▸ **WHAT THE TASK REQUIRES**: Copy out, unchanged, every line from the start of the records to the line that contains "static N: AtomicU32 = AtomicU32::new(0);", and stop there.

[[ RECORDS FOR THIS TASK open ]]

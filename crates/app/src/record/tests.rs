use super::*;
use crate::sample::{ChannelUnit, Fault};
use crate::units::{PressureUnit, TemperatureUnit};
use chrono::TimeZone;

const MBAR: ChannelUnit = ChannelUnit::Pressure(PressureUnit::Mbar);

/// A fresh directory under the system temp dir.
fn tempdir(tag: &str) -> PathBuf {
    use std::sync::atomic::{AtomicU32, Ordering};
    static N: AtomicU32 = AtomicU32::new(0);
    let d = std::env::temp_dir().join(format!(
        "rarefy-rec-{tag}-{}-{}",
        std::process::id(),
        N.fetch_add(1, Ordering::Relaxed)
    ));
    let _ = std::fs::remove_dir_all(&d);
    d
}

fn t(s: i64) -> DateTime<Utc> {
    Utc.timestamp_opt(1_780_000_000 + s, 0)
        .single()
        .expect("valid")
}

fn settings(dir: &Path) -> RecordSettings {
    RecordSettings {
        dir: dir.to_path_buf(),
        ..RecordSettings::default()
    }
}

/// (files, data rows per file) in name order.
fn files(dir: &Path) -> Vec<(PathBuf, Vec<String>)> {
    let mut paths: Vec<PathBuf> = std::fs::read_dir(dir)
        .expect("dir")
        .map(|e| e.expect("entry").path())
        .collect();
    paths.sort();
    paths
        .into_iter()
        .map(|p| {
            let text = std::fs::read_to_string(&p).expect("read");
            let rows = text
                .lines()
                .skip_while(|l| l.starts_with('#'))
                .skip(1)
                .map(str::to_string)
                .collect();
            (p, rows)
        })
        .collect()
}

#[test]
fn samples_of_one_line_share_a_row() {
    let dir = tempdir("rows");
    let chans = [ChannelInfo::new("a", MBAR), ChannelInfo::new("b", MBAR)];
    let mut r = Recorder::new(settings(&dir), LogMeta::default(), &chans);
    r.push_row(&[
        Sample::ok(t(0), "a", 1e-3, MBAR),
        Sample::ok(t(0), "b", 2e-3, MBAR),
    ]);
    r.push(&Sample::bad(t(1), "b", MBAR, Fault::OverRange));
    r.push(&Sample::ok(t(1), "b", 5.0, MBAR)); // another line at the same time
    assert_eq!(r.close(), 0);
    let f = files(&dir);
    assert_eq!(f.len(), 1);
    assert_eq!(
        f[0].1,
        [
            "2026-05-28T20:26:40.000Z,1e-3,2e-3",
            "2026-05-28T20:26:41.000Z,,over-range",
            "2026-05-28T20:26:41.000Z,,5e0"
        ]
    );
    assert_eq!(r.rows_written(), 3);
}

#[test]
fn rotates_by_size_with_a_header_in_every_file() {
    let dir = tempdir("size");
    let mut s = settings(&dir);
    s.max_bytes = Some(2000);
    let mut r = Recorder::new(s, LogMeta::default(), &[ChannelInfo::new("p", MBAR)]);
    for i in 0..500 {
        r.push(&Sample::ok(t(i), "p", 1e-6 * (i + 1) as f64, MBAR));
        if i % 10 == 0 {
            r.flush();
        }
    }
    r.close();
    let f = files(&dir);
    assert!(f.len() > 5, "{} files", f.len());
    let total: usize = f.iter().map(|(_, rows)| rows.len()).sum();
    assert_eq!(total, 500);
    for (p, _) in &f {
        let text = std::fs::read_to_string(p).expect("read");
        assert!(text.starts_with("# rarefy log v1\n"), "{}", p.display());
    }
}

#[test]
fn rotates_when_the_data_day_changes_and_when_a_channel_appears() {
    let dir = tempdir("day");
    let mut r = Recorder::new(
        settings(&dir),
        LogMeta::default(),
        &[ChannelInfo::new("p", MBAR)],
    );
    let day = 86_400;
    r.push(&Sample::ok(t(0), "p", 1.0, MBAR));
    r.push(&Sample::ok(t(day), "p", 2.0, MBAR));
    r.flush();
    let wall = ChannelUnit::Temperature(TemperatureUnit::C);
    r.push(&Sample::ok(t(day + 1), "wall", 22.0, wall));
    r.close();
    let f = files(&dir);
    assert_eq!(f.len(), 3, "{f:?}");
    assert_eq!(f.iter().map(|(_, r)| r.len()).sum::<usize>(), 3);
    let last = std::fs::read_to_string(&f[2].0).expect("read");
    assert!(last.contains("time,p [mbar],wall [C]"), "{last}");
}

#[test]
fn a_removed_directory_is_survived_without_loss() {
    let dir = tempdir("gone");
    let mut r = Recorder::new(
        settings(&dir),
        LogMeta::default(),
        &[ChannelInfo::new("p", MBAR)],
    );
    for i in 0..10 {
        r.push(&Sample::ok(t(i), "p", 1.0, MBAR));
    }
    assert!(r.flush());
    std::fs::remove_dir_all(&dir).expect("remove");
    for i in 10..20 {
        r.push(&Sample::ok(t(i), "p", 1.0, MBAR));
    }
    // The old file is gone with its directory; the next rows go to a new
    // file in a recreated directory.
    r.flush();
    r.close();
    let f = files(&dir);
    assert_eq!(f.iter().map(|(_, r)| r.len()).sum::<usize>(), 10);
    assert_eq!(r.rows_lost(), 0);
}

#[test]
fn an_unwritable_place_buffers_then_counts_losses_exactly() {
    let dir = tempdir("blocked");
    std::fs::write(&dir, b"a file where the directory should be").expect("block");
    let mut s = settings(&dir);
    s.buffer_rows = 100;
    let mut r = Recorder::new(s, LogMeta::default(), &[ChannelInfo::new("p", MBAR)]);
    for i in 0..150 {
        r.push(&Sample::ok(t(i), "p", 1.0, MBAR));
        r.flush();
    }
    assert!(r.is_failing());
    let events = r.take_events();
    assert!(
        events
            .iter()
            .any(|e| matches!(e, RecordEvent::WriteFailed { .. })),
        "{events:?}"
    );
    // Nothing is reported row by row while the spell lasts.
    assert!(
        !events.iter().any(|e| matches!(e, RecordEvent::Lost { .. })),
        "{events:?}"
    );
    // 150 rows, 100 kept.
    assert_eq!(r.buffered(), 100);
    assert_eq!(r.rows_lost(), 50);
    // Once the place is writable again everything kept is written, and the
    // loss is reported once: its count and the data times it covers.
    std::fs::remove_file(&dir).expect("unblock");
    assert!(r.flush());
    let events = r.take_events();
    let lost: Vec<_> = events
        .iter()
        .filter(|e| matches!(e, RecordEvent::Lost { .. }))
        .collect();
    assert_eq!(
        lost,
        [&RecordEvent::Lost {
            rows: 50,
            total: 50,
            from: t(0),
            to: t(49),
        }],
        "{events:?}"
    );
    assert!(
        events
            .iter()
            .any(|e| matches!(e, RecordEvent::Recovered { .. }))
    );
    r.close();
    assert_eq!(files(&dir).iter().map(|(_, r)| r.len()).sum::<usize>(), 100);
}

#[test]
fn rows_lost_until_the_end_are_reported_once_at_close() {
    let dir = tempdir("blocked-to-the-end");
    std::fs::write(&dir, b"a file where the directory should be").expect("block");
    let mut s = settings(&dir);
    s.buffer_rows = 10;
    let mut r = Recorder::new(s, LogMeta::default(), &[ChannelInfo::new("p", MBAR)]);
    for i in 0..1000 {
        r.push(&Sample::ok(t(i), "p", 1.0, MBAR));
        r.flush();
    }
    assert_eq!(r.close(), 10);
    let lost: Vec<_> = r
        .take_events()
        .into_iter()
        .filter(|e| matches!(e, RecordEvent::Lost { .. }))
        .collect();
    assert_eq!(
        lost,
        [RecordEvent::Lost {
            rows: 990,
            total: 990,
            from: t(0),
            to: t(989),
        }]
    );
}
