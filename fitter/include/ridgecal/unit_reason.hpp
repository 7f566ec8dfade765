// ridgecal: one reason per batch unit, for a supervisor's summary.
//
// Every unit of a batch gets exactly one reason code from the small set
// below (docs/batch.md lists them with what to do about each), and, where
// the unit was judged, its worst point: the setpoint where |error| / limit
// is largest, that ratio, and the excess |error| - limit (reference units;
// positive means beyond the tolerance).
//
// The code is chosen in this order: a unit that was not fitted gets the
// hardware or input code of its error; a judged unit that passed gets
// `none`; a unit that failed gets the first of `outlier`, `hysteresis`,
// `drift`, `lack-of-fit` among its warnings (the likely cause), else
// `out-of-tolerance`; an undecided unit gets `inadequate-model` (the
// adequacy check) or `undecided`; a fitted unit with no tolerance gets
// `not-judged`.
#pragma once

#include <limits>
#include <string>

#include "ridgecal/errors.hpp"
#include "ridgecal/record.hpp"

namespace ridgecal {

enum class UnitReason {
  None,             ///< `none`: passed
  NotJudged,        ///< `not-judged`: fitted, no tolerance given
  Stuck,            ///< `stuck`: hardware, readings frozen over several setpoints or constant
  OpenOrShort,      ///< `open-or-short`: hardware, readings 0 over several setpoints
  Saturated,        ///< `saturated`: hardware, the end setpoints clipped at one value
  MissingCells,     ///< `missing-cells`: a reading or reference cell is empty
  BadInput,         ///< `bad-input`: any other problem with the unit's rows
  FitFailed,        ///< `fit-failed`: no curve could be fitted (e.g. too few setpoints)
  Outlier,          ///< `outlier`: measurement, failed with an outlier warning
  Hysteresis,       ///< `hysteresis`: measurement, failed with a hysteresis warning
  Drift,            ///< `drift`: measurement, failed with drift between repeats
  LackOfFit,        ///< `lack-of-fit`: fit, failed with a lack-of-fit warning
  OutOfTolerance,   ///< `out-of-tolerance`: decision, an error beyond the limit
  InadequateModel,  ///< `inadequate-model`: decision withheld, test error far beyond the budget
  Undecided,        ///< `undecided`: decision withheld for another reason
};
std::string to_string(UnitReason r);
UnitReason unit_reason_from_string(const std::string& s);  ///< throws std::invalid_argument

/// The reason of a unit whose rows were refused with this cause.
UnitReason reason_for_input(InputCause cause);

/// A judged unit's worst point (see above); setpoint empty when none.
struct WorstPoint {
  std::string setpoint;
  double ratio = std::numeric_limits<double>::quiet_NaN();   ///< |error| / limit
  double excess = std::numeric_limits<double>::quiet_NaN();  ///< |error| - limit
};

/// The worst point over the points of the sets that count for the verdict;
/// for a record without a decision, the setpoint of the largest |error| with
/// ratio and excess NaN.
WorstPoint worst_point(const CalibrationRecord& rec);

/// The reason of a fitted unit (see above).
UnitReason reason_for_record(const CalibrationRecord& rec);

}  // namespace ridgecal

[[ RECORDS FOR THIS TASK closed ]]

▸ **ANSWER AREA**:
filename crates/app/src/record/tests.rs
use super::*;
use crate::sample::{ChannelUnit, Fault};
use crate::units::{PressureUnit, TemperatureUnit};
use chrono::TimeZone;

const MBAR: ChannelUnit = ChannelUnit::Pressure(PressureUnit::Mbar);

/// A fresh directory under the system temp dir.
fn tempdir(tag: &str) -> PathBuf {
    use std::sync::atomic::{AtomicU32, Ordering};
    static N: AtomicU32 = AtomicU32::new(0);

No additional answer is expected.